Install the New M.2 Drive#

  1. Insert the new M.2 drive into the connector.

    _images/dgx-b300-nvme-drive-1.png
  2. Rest the M.2 drive on the bay.

    _images/dgx-b300-nvme-drive-2.png
  3. Carefully attach the screw to secure the M.2 drive.

    _images/dgx-b300-nvme-drive-3.png

Insert the M.2 Drive Bay and Reconnect the I/O Bay#

  1. After the replacement is complete, ensure the ejection levers are completely open. Insert the M.2 drive bay into the corresponding lower slot until it locks in place.

    _images/dgx-b300-nvme-m2-bay-insert.png
  2. Carefully route all the cables through the opening in the motherboard tray slot.

    After inserting the I/O bay into the tray, ensure it locks in place, checking the tab has locked.

    _images/dgx-b300-nvme-io-bay-insert.png
  3. Connect the two power cables and the two PCIe cables to their correct connectors on the switchboard, following the labels on each cable end.

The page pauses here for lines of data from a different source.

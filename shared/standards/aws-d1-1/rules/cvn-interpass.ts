/** Table 6.7: the highest interpass temperature may rise by 56 °C (100 °F) above that of the test, and no more. */
import { between, closed, UNLIMITED, unknownNumeric } from '../../../ranges/numeric.ts'
import { highestInterpass } from '../../common/interpass.ts'
import { figureOrNull, tidy, unitOf } from '../../common/reading.ts'
import { figureRule } from '../../common/rule-kinds.ts'
import { show } from '../../common/wording.ts'
import { meta } from '../meta.ts'

const STEP = { SI: 56, US: 100 } as const

export const cvnInterpass = figureRule({
  meta: meta('cvn_max_interpass'),
  field: 'preheat.interpassMaximum',
  at: 'weld',
  label: 'maximum interpass temperature',
  dimension: 'temperature',
  ends: { min: '', max: '' },
  asked(context) {
    const maximum = figureOrNull(context.procedure.preheat.interpassMaximum, 'temperature', context.system)
    return maximum === null ? null : { min: maximum, max: maximum }
  },
  range(context, side) {
    const { system } = context
    const unit = unitOf('temperature', system)
    const { had, from } = highestInterpass(side, system)
    if (had === null) return { range: unknownNumeric('temperature', unit), tested: null, reason: `${side.coupon.number} has no interpass temperature recorded.`, missing: [`${side.coupon.number}: preheat.interpassMaximum`] }
    return { range: between('temperature', unit, UNLIMITED, closed(tidy(had + STEP[system]))), tested: had, reason: `${show(had, unit)}${from} may rise by ${STEP[system]}.` }
  },
})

    _images/dgx-b300-nvme-io-bay-connect.png

    To identify the correct connections, refer to this table that maps BlueField-3 card connectors to their corresponding board connectors.

    BlueField-3 I/O Board

    Left Slot Installation

    Right Slot Installation

    Cable Label P2

    Board connector J9

    Board connector J3

    Cable Label P3

    Board connector J10

    Board connector J4

Integrate the New Drive and Complete the Installation#

  1. Insert the motherboard following the instructions in Motherboard Tray - Opening and Closing.

  2. Power on the system and log in.

  3. Rebuild the RAID1 (mirror) volume on the boot drives.

  4. Confirm the system is healthy by running the nvsm command.

    sudo nvsm show health
    
  5. Send the failed M.2 drive to NVIDIA Enterprise Support using the packaging provided.

Note

If your organization purchased a media retention policy, you might be able to keep the failed drives for destruction. Check with NVIDIA Enterprise Support on the status of the policy for specifics.